■ Task material
import { defineRule, shown } from './rule';

const stemCount = (n: number) => `${n.toLocaleString('en-US')} stem${n === 1 ? '' : 's'}`;

// Plausibility: values that are allowed but unlikely. Warnings only: they never block a batch.

export const PLAUSIBILITY = {
  dbhLooksMm: defineRule('plausibility', 'plausibility_dbh_looks_mm', 'warning', 'The median diameter of a plot is far above tropical norms: diameters may be in millimetres.'),
  dbhLarge: defineRule('plausibility', 'plausibility_dbh_large', 'warning', 'A diameter is over 250 cm.'),
  heightForDiameter: defineRule('plausibility', 'plausibility_height_for_diameter', 'warning', 'A live stem\'s height/diameter ratio (both in m) is below 20 or above 120.'),
  heightTall: defineRule('plausibility', 'plausibility_height_tall', 'warning', 'A height is above 80 m, which is rare even in tall tropical forest.'),
  speciesUnknown: defineRule('plausibility', 'plausibility_species_unknown', 'warning', 'A species name is not in the reference list, and neither is its genus.'),
  speciesGenusKnown: defineRule('plausibility', 'plausibility_species_genus_known', 'warning', 'A species name is not in the reference list, but its genus is (the genus\'s mean wood density is used).'),
  speciesGenusOnly: defineRule('plausibility', 'plausibility_species_genus_only', 'warning', 'A name identifies a stem only to a genus or family of the reference list (Genus sp., or a genus alone).'),
  speciesNoReference: defineRule('plausibility', 'plausibility_species_no_reference', 'warning', 'No species reference list is loaded, so names were not checked.'),
  sameCoordinates: defineRule('plausibility', 'plausibility_same_coordinates', 'warning', 'Two different plots have exactly the same coordinates.'),
  dbhShrank: defineRule('plausibility', 'plausibility_dbh_shrank', 'warning', 'A tree live at both visits of a re-measured plot lost more than 1 cm of diameter.'),
  dbhGrowthFast: defineRule('plausibility', 'plausibility_dbh_growth_fast', 'warning', 'A tree live at both visits of a re-measured plot grew more than 5 cm a year in diameter.'),
  treesAbsent: defineRule('plausibility', 'plausibility_trees_absent', 'warning', 'Trees live at the previous visit of a re-measured plot are not in trees.csv (they count as died).'),
  speciesChanged: defineRule('plausibility', 'plausibility_species_changed', 'warning', 'A tree of a re-measured plot is recorded under another species name than at the previous visit.'),
  surveyDateEarly: defineRule('plausibility', 'plausibility_survey_date_early', 'warning', 'A survey date lies before 1950.'),
} as const;

/**
 * Bounds of the plausibility warnings. None comes from a measured standard: they are common practice,
 * recalled from memory (docs/methods.md#plausibility-warnings), so they are options, not constants.
 */
export interface PlausibilityOptions {
  /** A plot whose median diameter exceeds this (cm) probably recorded millimetres. Common practice: tropical
   *  plots of stems ≥ 10 cm have median diameters of about 15–30 cm; 100 cm is far above any such plot. */
  mmMedianCm: number;
  /** Diameters above this (cm) are flagged (memory: giants exist, but are rare enough to check). */
  largeDbhCm: number;
  /** Height/diameter ratio, both in metres: below ~20 or above ~100–120 is implausible (memory, common practice). */
  hdRatioMin: number;
  hdRatioMax: number;
  /** Heights above this (m) are suspect in tropical forest (memory: about 70–90 m). */
  tallHeightM: number;
  /** Survey dates before this year are flagged. */
  earlyYear: number;
  /** Re-measurement: a live tree whose diameter fell by more than this (cm) is flagged. Common practice
   *  (memory): repeat measurements at the same point differ by a few millimetres; more is a recording slip. */
  dbhShrinkCm: number;
  /** Re-measurement: diameter growth above this (cm/yr) is flagged. Common practice (memory): even fast
   *  pioneers rarely exceed 2–4 cm a year. */
  dbhGrowthMaxCmYr: number;
}

export const PLAUSIBILITY_DEFAULTS: PlausibilityOptions = Object.freeze({
  mmMedianCm: 100,
  largeDbhCm: 250,
  hdRatioMin: 20,
  hdRatioMax: 120,
  tallHeightM: 80,
  earlyYear: 1950,
  dbhShrinkCm: 1,
  dbhGrowthMaxCmYr: 5,
});

export const plausibilityMessages = {
  dbhShrank: (tree: string, dbh: number, before: number, date: string, bound: number) =>
    `tree ${tree} has dbh_cm ${dbh}, but ${before} at the previous visit (${date}): it lost more than ${bound} cm (common practice); please check both measurements`,
  dbhGrowthFast: (tree: string, dbh: number, before: number, date: string, perYear: number, bound: number) =>
    `tree ${tree} grew from ${before} cm (${date}) to ${dbh} cm, ${perYear.toFixed(1)} cm a year, more than ${bound} (common practice); please check the tree_id and both measurements`,
  treesAbsent: (plot: string, n: number, date: string, examples: string) =>
    `plot ${plot}: ${n} tree${n === 1 ? '' : 's'} live at the previous visit (${date}) ${n === 1 ? 'is' : 'are'} not in trees.csv (tree_id ${examples}); ${n === 1 ? 'it counts' : 'they count'} as died in the change between visits — list them as dead or as stumps if they were found`,
  speciesChanged: (tree: string, name: string, before: string, date: string) => `tree ${tree} is recorded as ${name}, but as ${before} at the previous visit (${date})`,
  dbhLooksMm: (plot: string, over: number, n: number, bound: number) =>
    `plot ${plot}: ${over} of ${n} stems have dbh_cm above ${bound}, so the median diameter is above ${bound} cm; were diameters written in millimetres?`,
  dbhLarge: (dbh: number, bound: number) => `dbh_cm is ${dbh}, above ${bound} cm; please check it`,
  heightForDiameter: (h: number, dbh: number, ratio: number, lo: number, hi: number) =>
    `height ${h} m for a diameter of ${dbh} cm gives a height/diameter ratio of ${Math.round(ratio)}; usual trees lie between ${lo} and ${hi} (common practice)`,
  heightTall: (h: number, bound: number) => `height_m is ${h}, above ${bound} m; please check it`,
  speciesUnknown: (name: string, stems: number) =>
    `species ${shown(name)} is not in the reference list, and neither is its genus; stems keep the name but count as unassigned (${stemCount(stems)})`,
  speciesGenusKnown: (name: string, genus: string, stems: number) =>
    `species ${shown(name)} is not in the reference list, but its genus ${genus} is; stems keep the name, count as unassigned to a species and take the genus's mean wood density (${stemCount(stems)})`,
  speciesGenusOnly: (name: string, known: { rank: 'genus' | 'family'; name: string }, stems: number) =>
    `species ${shown(name)} is identified only to the ${known.rank} ${known.name} (${stemCount(stems)})`,
  speciesNoReference: () => 'no species reference list is loaded; names were not checked (import one with stemwise species import FILE)',
  sameCoordinates: (plot: string, other: string) => `plot ${plot} has exactly the same coordinates as plot ${other}`,
  surveyDateEarly: (date: string, year: number) => `survey_date ${date} is before ${year}; please check it`,
};
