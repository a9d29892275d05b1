import { defineRule } from './rule';

// Across rows and files: keys, references between files, and what is already stored.

export const CROSS = {
  duplicatePlot: defineRule('cross', 'cross_duplicate_plot', 'error', 'A plot_id appears twice in plots.csv (one batch holds one visit per plot).'),
  duplicateTree: defineRule('cross', 'cross_duplicate_tree', 'error', 'A tree_id appears twice within the same plot in trees.csv.'),
  unknownPlot: defineRule('cross', 'cross_unknown_plot', 'error', 'A stem names a plot that is neither in plots.csv nor stored.'),
  plotRejected: defineRule('cross', 'cross_plot_rejected', 'error', 'A stem belongs to a plot whose own row has errors, so it cannot be loaded.'),
  visitExists: defineRule('cross', 'cross_visit_exists', 'error', 'The plot was already loaded for this survey_date (upload with --replace to replace that visit).'),
  visitBeforeLatest: defineRule('cross', 'cross_visit_before_latest', 'error', 'A visit is dated before the plot\'s latest stored visit (upload with --replace to load it between the stored visits).'),
  treeRevived: defineRule('cross', 'cross_tree_revived', 'error', 'A tree recorded dead or as a stump at the plot\'s previous visit is live in this one.'),
  subplotStemTooBig: defineRule('cross', 'cross_subplot_stem_too_big', 'error', 'A subplot stem (in_subplot 1) has a diameter at or above its plot\'s dbh_min_cm.'),
  subplotMissing: defineRule('cross', 'cross_subplot_missing', 'error', 'A stem is marked in_subplot 1 but its plot has no subplot (subplot_area_ha 0).'),
  mainStemBelowMin: defineRule('cross', 'cross_main_stem_below_min', 'warning', 'A main-plot stem is thinner than its plot\'s dbh_min_cm (it is loaded; metrics may leave it out).'),
  plotWithoutStems: defineRule('cross', 'cross_plot_without_stems', 'warning', 'A plot of the batch has no stems in trees.csv.'),
  duplicateStratum: defineRule('cross', 'cross_duplicate_stratum', 'error', 'A region and forest_type pair appears twice in strata.csv.'),
  duplicateSpecies: defineRule('cross', 'cross_duplicate_species', 'error', 'An accepted name appears twice in species.csv.'),
  synonymConflict: defineRule('cross', 'cross_synonym_conflict', 'error', 'A synonym in species.csv is claimed by two species or is itself an accepted name.'),
} as const;

export const crossMessages = {
  duplicatePlot: (key: string, first: number) => `plot_id ${key} already appears on line ${first}; a batch holds one visit per plot`,
  duplicateTree: (plot: string, tree: string, first: number) => `tree_id ${tree} of plot ${plot} already appears on line ${first}`,
  unknownPlot: (plot: string) => `plot_id ${plot} is not in plots.csv and no stored plot has that id`,
  plotRejected: (plot: string, line: number) => `plot ${plot} (plots.csv line ${line}) has errors, so this stem cannot be loaded`,
  visitExists: (plot: string, date: string, batch: string) =>
    `plot ${plot} was already loaded for ${date} (batch ${batch}); upload with --replace to replace that visit`,
  visitBeforeLatest: (plot: string, date: string, latest: string) =>
    `plot ${plot} is dated ${date}, before its latest stored visit of ${latest}; a re-measurement comes later (upload with --replace to load an earlier visit between the stored ones)`,
  treeRevived: (plot: string, tree: string, before: string, date: string, batch: string) =>
    `tree ${tree} of plot ${plot} is live, but was recorded ${before} at the previous visit (${date}, batch ${batch}); check the tree_id or the status of either visit`,
  subplotStemTooBig: (dbh: number, min: number) => `dbh_cm is ${dbh} on the subplot, but its plot's dbh_min_cm is ${min}; subplot stems must be thinner than that`,
  subplotMissing: (plot: string) => `in_subplot is 1 but plot ${plot} has no subplot (subplot_area_ha is 0)`,
  mainStemBelowMin: (dbh: number, min: number) => `dbh_cm is ${dbh} on the main plot, below its dbh_min_cm of ${min}`,
  plotWithoutStems: (plot: string) => `plot ${plot} has no stems in trees.csv (fine for a plot without trees; otherwise check its plot_id)`,
  duplicateStratum: (region: string, type: string, first: number) => `${region} / ${type} already appears on line ${first}`,
  duplicateSpecies: (name: string, first: number) => `${name} already appears on line ${first}`,
  synonymConflict: (syn: string, detail: string) => `synonym ${syn} ${detail}`,
};
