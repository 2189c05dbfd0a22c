"""TOML run configurations: loading, schema checks and the user's problem builder.

A configuration is a TOML file.  Every key is checked against a schema; an
unknown or missing key is a :class:`~spectral_bulk.exceptions.ConfigError` whose
one-line message names the key (``solver.tol``) and the file.

Engine runs (any pointwise problem) name a Python file and a builder function::

    [problem]
    file = "my_problem.py"      # relative to the config file
    function = "build"          # build(**args) -> dict(problem=..., guess=..., params=...)
    args = { n = 32 }           # optional keyword arguments for the builder

    [params]                    # optional: override parameter values
    lam = 3.0

    [solver]                    # optional: NewtonOptions fields
    tol = 1e-10

    [output]                    # optional
    file = "solution.nc"
"""

import importlib.util
import os
import sys
import tomllib

from .exceptions import ConfigError

__all__ = ["load_config", "check_section", "load_builder", "SOLVER_KEYS"]

SOLVER_KEYS = {
    "tol": float,
    "tail_tol": float,
    "max_iter": int,
    "damping": bool,
    "lambda_init": float,
    "lambda_min": float,
    "linear_solver": str,
}


def load_config(path):
    """Read a TOML file; return ``(dict, text)`` or raise ConfigError naming the problem."""
    try:
        with open(path, "rb") as fh:
            raw = fh.read()
    except OSError as exc:
        raise ConfigError(f"cannot read config {path!r}: {exc.strerror}") from None
    text = raw.decode("utf-8", errors="replace")
    try:
        data = tomllib.loads(text)
    except tomllib.TOMLDecodeError as exc:
        raise ConfigError(f"{path}: invalid TOML: {exc}") from None
    return data, text


def _typename(t):
    return {float: "a number", int: "an integer", str: "a string", bool: "true/false",
            dict: "a table", list: "an array"}.get(t, t.__name__)


def check_section(cfg, section, schema, *, path="config", required=(), allow_extra=False):
    """Validate ``cfg[section]`` against ``schema`` (key -> type).

    Returns the section dict (empty if absent and nothing is required).  Ints
    are accepted where floats are expected.
    """
    data = cfg.get(section, {})
    if not isinstance(data, dict):
        raise ConfigError(f"{path}: `{section}` must be a table")
    for key in required:
        if key not in data:
            raise ConfigError(f"{path}: missing key `{section}.{key}`")
    if not allow_extra:
        for key in data:
            if key not in schema:
                known = ", ".join(sorted(schema))
                raise ConfigError(f"{path}: unknown key `{section}.{key}` (known: {known})")
    for key, value in data.items():
        t = schema.get(key)
        if t is None:
            continue
        ok = isinstance(value, t) and not (t in (int, float) and isinstance(value, bool))
        if t is float and isinstance(value, int) and not isinstance(value, bool):
            ok = True
        if not ok:
            raise ConfigError(
                f"{path}: `{section}.{key}` must be {_typename(t)}, got {value!r}"
            )
    return data


def check_top_level(cfg, allowed, path):
    """Raise ConfigError for unknown top-level tables."""
    for key in cfg:
        if key not in allowed:
            raise ConfigError(f"{path}: unknown section `{key}` (known: {', '.join(sorted(allowed))})")


def load_builder(file, function, base_dir, path="config"):
    """Import ``function`` from the Python ``file`` (relative to ``base_dir``)."""
    full = file if os.path.isabs(file) else os.path.join(base_dir, file)
    if not os.path.isfile(full):
        raise ConfigError(f"{path}: `problem.file` {file!r} does not exist")
    name = "_spectral_bulk_user_" + os.path.splitext(os.path.basename(full))[0]
    spec = importlib.util.spec_from_file_location(name, full)
    module = importlib.util.module_from_spec(spec)
    try:
        spec.loader.exec_module(module)
    except SyntaxError as exc:
        raise ConfigError(f"cannot load {file!r}: syntax error at line {exc.lineno}: {exc.msg}") from None
    except Exception as exc:  # any import-time failure of user code
        raise ConfigError(f"cannot load {file!r}: {type(exc).__name__}: {exc}") from None
    sys.modules.setdefault(name, module)
    fn = getattr(module, function, None)
    if fn is None or not callable(fn):
        raise ConfigError(f"{path}: `problem.function` {function!r} is not a function in {file!r}")
    return fn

■ Exercise directions
Determine how many lines of the material include the string "names". Output only that count.

■ Solved problem
4